Per introdurvi ai Big Thief, partirò con una domanda. Vi ricordate dei Neutral Milk Hotel? Due album, splendidi, e poi prontamente dimenticati. Tranne che per il loro strano nome e le copertine degli album.

Ecco, io mi auguro fortemente che i Big Thief non facciano la stessa fine. In un’epoca in cui nessuno studia più musica seriamente, i Big Thief (a partire dalla leader Adrianne Lenker) sono tutti laureati al Berklee Collage of Music. Il che crea delle curiose similarità con i settentrionali Arcade Fire.

Comunque, il motivo per il quale vi parlo del ladrone deriva dalle loro – doppie e gemelle – release del 2019: UFOF in maggio, Two Hands in ottobre. Per conoscere tale band bisogna scavare un po’ nell’indie d’oltreoceano attuale ed essere abituati a sonorità decisamente slowcore, ma vi assicuro un’esperienza assolutamente magnetica.

big thief ufof  recensione

Il che dipende in larga parte dalle qualità espressive e canore di Adrianne stessa, che passa da un delicato sussurro in Betsy all’iptonica ninnananna che introduce l’album, Contact. Spazzole sfiorate e arpeggi delicatissimi – per quanto estremamente complessi – introducono invece la title track UFOF, in cui la Lenker ci introduce al suo amico extraterrestre:

Just like a bad dream
You’ll disappear
Another map turns blue
Mirror on mirror
And I imagine you
Taking me outta here
To deepen our love
It isn’t even a fraction

 L’attentissima costruzione stilistica dei brani – apparentemente semplici, ma che si avvicinano al prog da camera degli iamthemorning e che si allontanano dai modelli americani, quali i Red House Painters muovendosi verso sonorità più europee – è presente in tutto UFOF, che sfocia spesso e volentieri in progressioni post rock come in From – altro brano indispensabile dell’album, introdotto da found music a là Brian Eno. Curioso è l’utilizzo della voce della Lenker per tutto l’album: naturalmente intonatissima, finge spesso (Cattails, la splendida country/folk Orange) portamenti e perdita di tono al solo scopo di aumentare la sua firma timbrica. Momenti melodici ed intensi si respirano in Open Desert, brano dal significato criptico ma che pare rimandare ed epoche lontane, post-mortem, ectoplasmi che vagano per il Texas selvaggio. Il basso di Max Oleartchik, il più delle volte obliato e ridotto al minimale come tutte le intelaiature sonore dell’album, si fa invece sentire su Century – un’adattissima colonna sonora per una serie tv di adolescenti in un mondo post-apocalittico. Cadenzata dalla batteria di James Krivchenia è invece Terminal Field, forse il brano migliore dell’album, per eleganze nella psichedelia e – concedetemelo – rimandi al folk europeo dei Sigur Ròs e dei conterranei islandesi Of Monsters and Men. UFOF si conclude con Jenni e Magic Dealer, rispettivamente un abissale brano distorto, quasi noise, ed assolutamente originalissimo, mentre la più placida ending sconfina in un bel folk fatto di accordi maggiori e diminuiti che si rincorrono come nel cantautorato più raffinato, mentre lo storytelling – fatto di immagini nebbiose ma efficaci – raggiunge la vetta più alta dell’album.

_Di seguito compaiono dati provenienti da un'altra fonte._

describe("the hero job's money", () => {
  it("asks for the deposit when the estimate is approved, opens one page for it, and books it once when it is paid", async () => {
    const v1 = await sendVersion(a, hero, heroLines(hero.parts, HERO_LABOR, HERO_SHELF), "2026-02-18T17:00:00Z");
    const customer = await asCustomer(a, hero, v1.estimateId, "2026-02-19T17:42:00Z");
    must(await answerByLink(customer, { answer: "approved", name: "Odalys Brennan", documentHash: await hashOf(a, v1.estimateId) }));
    const asked = must(await startPayment(customer, {}));
    expect(asked).toMatchObject({ amountMinor: 72310, url: null });
    // The press and the worker make the same page.
    const [one, two] = await Promise.all([openPaymentPage(customer, asked.requestId, "short"), openPaymentPage(customer, asked.requestId)]);
    expect(one).toBe(two);
    await work();
    expect(scene.fake.provider.state.sessions).toHaveLength(1);
    expect(must(await startPayment(customer, {}))).toMatchObject({ requestId: asked.requestId, url: one });

    await payPage(await sessionOf(asked.requestId));
    await until(() => events() >= 3, "the events of a paid page");
    await work();
    expect(await depositHeld(a.as("book"), hero.orderId)).toBe(72310);
    expect(await balances(hero.orderId)).toEqual({ 1020: 72310, 2100: -72310 });
    const receipts = await behindTheCurtain(`select subject from mail_messages where kind = 'deposit-receipt' and shop_id = '${a.shop.id}'`);
    expect(receipts).toHaveLength(1);
    expect(receipts[0]).toContain("RC-2026-00001");
    expect(await startPayment(customer, {})).toMatchObject({ ok: false, refusal: { code: "NOTHING_DUE" } });
  });

  it("takes the same event twice, late and in any order as once, and a forged one as nothing", async () => {
    const [completed] = (await behindTheCurtain(`select id from provider_events where type = 'checkout.session.completed'`));
    await control("webhooks/resend", { event: completed, times: 3 });
    await work();
    for (const how of ["secret", "body", "old", "none"]) expect(await control("webhooks/forge", { event: completed, how })).toMatchObject({ status: 400 });
    await work();
    expect(await behindTheCurtain(`select times_seen from provider_events where id = '${completed}'`)).toEqual(["4"]);
    expect(await balances(hero.orderId)).toEqual({ 1020: 72310, 2100: -72310 });
    expect(await behindTheCurtain(`select count(*) from payments where shop_id = '${a.shop.id}'`)).toEqual(["1"]);
  });

  it("books the payout of the deposit: 703.33 to the bank, 19.77 kept", async () => {
    setClock("2026-02-20T12:00:00Z");
    await control("payout", { currency: "usd", arrivalDate: "2026-02-20" });
    await until(async () => (await behindTheCurtain("select count(*) from provider_events where type = 'payout.paid'"))[0] === "1", "the payout's event");
    await work();
    expect(await balances(hero.orderId)).toEqual({ 1010: 70333, 6100: 1977, 2100: -72310 });
    expect(await row((tx) => tx.select({ amount: payouts.amountMinor, state: payouts.state, on: payouts.arrivesOn }).from(payouts))).toEqual([{ amount: 70333, state: "booked", on: "2026-02-20" }]);
  });

  it("bills what was agreed with the deposit taken off, frozen, under a reference of the standard", async () => {
    const v2 = await sendVersion(a, hero, heroLines(hero.parts, [...HERO_LABOR, ...HERO_FOUND.labor], [...HERO_SHELF, ...HERO_FOUND.shelf]), "2026-02-26T22:30:00Z");
    must(await answerByLink(await asCustomer(a, hero, v2.estimateId, "2026-02-27T15:05:00Z"), { answer: "approved", name: "Odalys Brennan", documentHash: await hashOf(a, v2.estimateId) }));
    // Parts issued to the job, 260.52 at cost, and the carrier's bill: other rooms post these.
    await row(async (tx) => {
      must(await postEntry({ ...a.system("2026-03-12T17:00:00Z"), tx }, { date: "2026-03-12", text: "Parts issued", rule: "partsIssued", sourceKind: "test", sourceId: "1", workOrderId: hero.orderId, lines: partsIssued({ costMinor: minor(26052) }) }));
    });
    await behindTheCurtain(`update pieces set booked_in_at = now(), tag = '260224-07' where id = '${hero.pieceId}'`);
    const at = "2026-03-13T18:00:00Z";
    const draft = must(await draftInvoice(a.as("book", at), { workOrderId: hero.orderId }));
    expect(must(await draftInvoice(a.as("mgr", at), { workOrderId: hero.orderId }))).toEqual({ invoiceId: draft.invoiceId, made: false });
    invoiceId = draft.invoiceId;
    const drawn = await row(async (tx) => must(await draftSheet({ ...a.as("book", at), tx }, (await tx.select().from(invoices).where(eq(invoices.id, invoiceId)))[0] as typeof invoices.$inferSelect)));
    expect(drawn.snapshot.totals).toMatchObject({ laborMinor: 203400, laborDiscountMinor: 10170, partsMinor: 55400, suppliesMinor: 6000, freightMinor: 4200, taxableMinor: 61400, taxMinor: 4513, totalMinor: 263343 });
    const input = { invoiceId, version: 1, totalMinor: 263343 };
    expect(await issueInvoice(a.as("book", at), input)).toMatchObject({ ok: false, refusal: { code: "NOT_RELEASED" } });
    await behindTheCurtain(`update pieces set released_at = '2026-03-13T17:30:00Z' where id = '${hero.pieceId}'`);
    expect(await issueInvoice(a.as("book", at), { ...input, totalMinor: 263344 })).toMatchObject({ ok: false, refusal: { code: "CHANGED_MEANWHILE" } });
    expect(await issueInvoice(a.as("book", at), { ...input, version: 9 })).toMatchObject({ ok: false, refusal: { code: "CHANGED_MEANWHILE" } });
    await expect(issueInvoice(a.as("tech", at), input)).rejects.toThrow(NotFound);
    expect(await issueInvoice(b.as("owner", at), input)).toMatchObject({ ok: false, refusal: { code: "NOT_FOUND" } });
    expect(must(await issueInvoice(a.as("book", at), input))).toEqual({ invoiceId, number: "INV-2026-00318", reference: "RF95NB202600318", totalMinor: 263343, openMinor: 191033 });
    expect(await issueInvoice(a.as("book", at), { ...input, version: 2 })).toMatchObject({ ok: false, refusal: { code: "ALREADY_ISSUED" } });
    const snapshot = (await invoiceRow(invoiceId))?.snapshot as InvoiceSnapshot;
    expect(snapshot).toMatchObject({ number: "INV-2026-00318", ruleSet: "2026-1", balanceMinor: 191033, deposit: { appliedMinor: 72310, on: "2026-02-19" }, pieces: [{ gain: { comparable: false } }] });
    expect(snapshot.approvals.map((x) => [x.version, x.totalMinor])).toEqual([[1, 241032], [2, 263343]]);
  });

  it("makes its paper once, keeps it, and mails it with a link", async () => {
    await work();
    const file = (await invoiceRow(invoiceId))?.pdfFileId;
    expect(file).toBeTruthy();
    expect(await behindTheCurtain(`select count(*) from mail_messages where kind = 'invoice' and subject like '%1,910.33%' and attachment_file_ids = array['${file ?? ""}']::uuid[]`)).toEqual(["1"]);
    await behindTheCurtain(`update jobs set done_at = null where task = 'invoices.paper'`);
    await work();
    expect((await invoiceRow(invoiceId))?.pdfFileId).toBe(file);
    expect(await behindTheCurtain("select count(*) from mail_messages where kind = 'invoice'")).toEqual(["1"]);
    await expect(row((tx) => tx.update(invoices).set({ totalMinor: 1 }).where(eq(invoices.id, invoiceId)))).rejects.toThrow();
  });

  it("is paid at the provider's page, and a second phone's payment becomes the customer's credit", async () => {
    setClock("2026-03-14T16:20:00Z");
    const counter = a.as("counter", "2026-03-14T16:20:00Z");
    const asked = must(await askInvoicePayment(counter, { invoiceId }));
    await work();
    const before = events();
    await payPage(await sessionOf(asked.requestId));
    await until(() => events() >= before + 3, "the events of a paid page");
    await work();
    expect(await invoiceRow(invoiceId)).toMatchObject({ paidMinor: 191033 });
    expect(await askInvoicePayment(counter, { invoiceId })).toMatchObject({ ok: false, refusal: { code: "NOTHING_DUE" } });
    const again = must(await takePayment(a.as("book", "2026-03-14T16:20:00Z"), { invoiceId, method: "cash", amount: "12.00", confirmed: true }));
    expect(again).toMatchObject({ receivableMinor: 0, creditMinor: 1200 });
    expect(await creditOf(a.as("book"), hero.customerId)).toBe(1200);
    // Given back, so that the job's own balances stand as in the worked example.
    const refund = must(await askRefund(a.as("book"), { paymentId: again.id, amount: "12.00", reason: "paid twice" }));
    expect(await answerRefund(a.as("book"), { refundId: refund.id, accept: true })).toMatchObject({ ok: false, refusal: { code: "SECOND_PERSON" } });
    expect(must(await answerRefund(a.as("owner"), { refundId: refund.id, accept: true }))).toMatchObject({ state: "done", alone: false });
    expect(await creditOf(a.as("book"), hero.customerId)).toBe(0);
  });

  it("explains the payout of 2,174.61 to the cent, and refuses it while a charge in it is unknown", async () => {
    setClock("2026-03-16T12:00:00Z");
    const sale = (await control("sale", { amountMinor: 41250, currency: "USD", description: "terminal" })) as { id: string };
    await control("refund", { charge: sale.id, amountMinor: 8500 });
    setClock("2026-03-17T12:00:00Z");
    await control("payout", { currency: "usd", arrivalDate: "2026-03-17" });
    await until(async () => (await behindTheCurtain("select count(*) from provider_events where type = 'payout.paid'"))[0] === "2", "the payout's event");
    await work();
    const [second] = await row((tx) => tx.select().from(payouts).where(eq(payouts.arrivesOn, "2026-03-17")));
    expect(second).toMatchObject({ amountMinor: 217461, state: "open" });
    // A person says what the terminal's charge paid: here another order's invoice, so another customer's.
    const other = await openHero(a, hero.parts, "A1194");
    const v = await sendVersion(a, other, heroLines(hero.parts, [["PIN", "1"]], []), "2026-03-10T17:00:00Z");
    must(await answerByLink(await asCustomer(a, other, v.estimateId, "2026-03-10T18:00:00Z"), { answer: "approved", name: "Odalys Brennan", documentHash: await hashOf(a, v.estimateId) }));
    const d = must(await draftInvoice(a.as("mgr", "2026-03-16T17:00:00Z"), { workOrderId: other.orderId }));
    const sheet = await row(async (tx) => must(await draftSheet({ ...a.as("mgr", "2026-03-16T17:00:00Z"), tx }, (await tx.select().from(invoices).where(eq(invoices.id, d.invoiceId)))[0] as typeof invoices.$inferSelect)));
    const otherInvoice = must(await issueInvoice(a.as("mgr", "2026-03-16T17:00:00Z"), { invoiceId: d.invoiceId, version: 1, totalMinor: sheet.snapshot.totals.totalMinor }));
    const [item] = await behindTheCurtain(`select id from payout_items where payment_id is null and kind = 'charge'`);
    expect(must(await explainPayoutItem(a.as("book", "2026-03-17T17:00:00Z"), { itemId: item ?? "", invoiceId: otherInvoice.invoiceId }))).toMatchObject({ booked: false });
    // The refund of that charge, told before the charge was known here, finds its payment by the job left with the answer.
    setClock("2026-03-17T18:00:00Z");
    await work();
    expect(await row((tx) => tx.select({ state: payouts.state }).from(payouts).where(eq(payouts.arrivesOn, "2026-03-17")))).toEqual([{ state: "booked" }]);
    const bank = await behindTheCurtain(`select sum(l.amount_minor) from journal_lines l join journal_entries e on e.shop_id = l.shop_id and e.id = l.entry_id where e.date = '2026-03-17' and l.account_code = '1010' and e.rule = 'payoutSettled'`);
    expect(bank).toEqual(["217461"]);
  });

  it("ends with the balances of the worked example, summing to zero", async () => {
    await row(async (tx) => {
      must(await postEntry({ ...a.system("2026-03-16T17:00:00Z"), tx }, { date: "2026-03-16", text: "Carrier", rule: "carrierBill", sourceKind: "test", sourceId: "1", workOrderId: hero.orderId, lines: carrierBill({ amountMinor: minor(3640) }) }));
      must(await postEntry({ ...a.system("2026-03-03T17:00:00Z"), tx }, { date: "2026-03-03", text: "Goods", rule: "goodsReceived", sourceKind: "test", sourceId: "1", workOrderId: hero.orderId, lines: [{ account: "1200", amountMinor: 22500 }, { account: "2050", amountMinor: -22500 }] }));
    });
    const left = await balances(hero.orderId);
    expect(left).toEqual({
      1010: 256183, 1200: -3552, 2000: -3640, 2050: -22500, 2200: -4513, 4000: -203400, 4100: -55400, 4150: -6000, 4200: -4200, 4900: 10170, 5000: 26052, 5200: 3640, 6100: 7160,
    });
    expect(Object.values(left).reduce((x, y) => x + y, 0)).toBe(0);
    expect(await behindTheCurtain("select coalesce(sum(amount_minor), 0) from journal_lines")).toEqual(["0"]);
  });

  it("earned 1,506.42, 58.20 % of net sales, from facts that open to their rows", async () => {
    // Minutes and rates of the six people of the worked example, put on six people of this shop.
    const worked = [["rcv", 1900, 66], ["owner", 2950, 253], ["insp", 3000, 140], ["tech", 3800, 345], ["lead", 3100, 195], ["book", 2800, 150]] as const;
    for (const [who, rate, minutes] of worked) {
      await behindTheCurtain(`update pay_rates set rate_minor = ${rate} where person_id = '${a.people[who] ?? ""}'`);
      await behindTheCurtain(`insert into time_entries (shop_id, id, person_id, clock, work_order_id, started_at, ended_at, source) values ('${a.shop.id}', gen_random_uuid(), '${a.people[who] ?? ""}', 'bench', '${hero.orderId}', '2026-03-05T15:00:00Z', '2026-03-05T15:00:00Z'::timestamptz + interval '${minutes} minutes', 'test')`);
    }
    const view = await jobProfitOf(a.as("owner", "2026-03-20T17:00:00Z"), hero.orderId);
    expect(view).toMatchObject({ netSalesMinor: 258830, partsMinor: 26052, loadedLaborMinor: 71336, freightOutMinor: 3640, paymentFeesMinor: 7160, profitMinor: 150642, marginBp: 5820, minutes: 1149 });
    expect(view.rows.fees.map((r) => r.amountMinor)).toEqual([1977, 5183]);
    expect((await jobProfitOf(a.as("mgr", "2026-03-20T17:00:00Z"), hero.orderId)).rows.labor.every((l) => l.costMinor === null)).toBe(true);
    await expect(jobProfitOf(a.as("tech"), hero.orderId)).rejects.toThrow(NotFound);
    await expect(jobProfitOf(b.as("owner"), hero.orderId)).rejects.toThrow(NotFound);
  });
});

Ora. Come ho annunciato all’inizio, i Big Thief non hanno pubblicato solo UFOF nel 2019, ma un altro album: Two Hands.

big thief, two hands recensione

Ho omesso di dire che UFOF conteneva due brani dall’album solista della Lenker, intitolato abysskiss, precisamente From e Terminal Field (impreziosite però dall’arrangiamento dell’intera band). Il suo improvviso e scatenante sequel, come in molti casi, purtroppo, risente della breve ma persistente eredità del genitore e, nel costruire le delicate e chilly intelaiature che sono il marchio di fabbrica dei Big Thief, pecca in mancanza d’originalità. L’opening Rock and Sing si lascia ascoltare senza lasciare nulla, mentre Forgotten Eyes, per quanto ben scritta e meravigliosamente suonata e prodotta, manca della voglia d’osare di sei mesi prima. Si muove su binari post rock la bella The Toy, mentre la title track Two Hands si distingue per l’intrusiva – finalmente! – presenza delle percussioni e della band tutta, quasi fosse una sessione acustica di un brano power metal, spezzando il sentore di mollezza ribollita che viveva fin dall’inizio dell’album. Stesso sentore si respira in Shoulders, accorata e sentita ballad riguardante la violenza domestica – e come quel demone si erediti:

They found you in the morning
The blood was on your shoulders
They found you at the corner
Your head was doubled over
And the blood of the man
Who’s killing our mother with his hands
Is in me, it’s in me, in my veins
It’s in me, it’s in me, in my veins

Se la prima parte di Two Hands rimaneva sostanzialmente in sordina rispetto al coraggioso UFOF, la coppia Shoulders e Not – lunga suite up tempo aggressiva e distorta – contribuisce alla definizione di uno stile originale che è, ancora, in piena evoluzione e che sicuramente lascerà il segno nel soft rock moderno: brani quasi recitati, privi di tergiversamenti e in cui ogni suono non è mai lasciato al caso. Come si confà a musicisti di professione. L’ending progeggiante di Not convincerà anche i più duri di cuore – così come le efficacissime figure retoriche di negazione che vengono usate nel testo. Wolf riporta, forse in maniera forzata, la musica di Two Hands verso quanto già espresso in UFOF e nella prima parte dell’album – senza, di nuovo, nulla aggiungere se non, come sempre, le splendide liriche della Lenker. Replaced, invece, registrata a mò di presa diretta, è il brano più folk cui siamo di fronte: chitarre country un po’ malinconiche, molli e lynchiane.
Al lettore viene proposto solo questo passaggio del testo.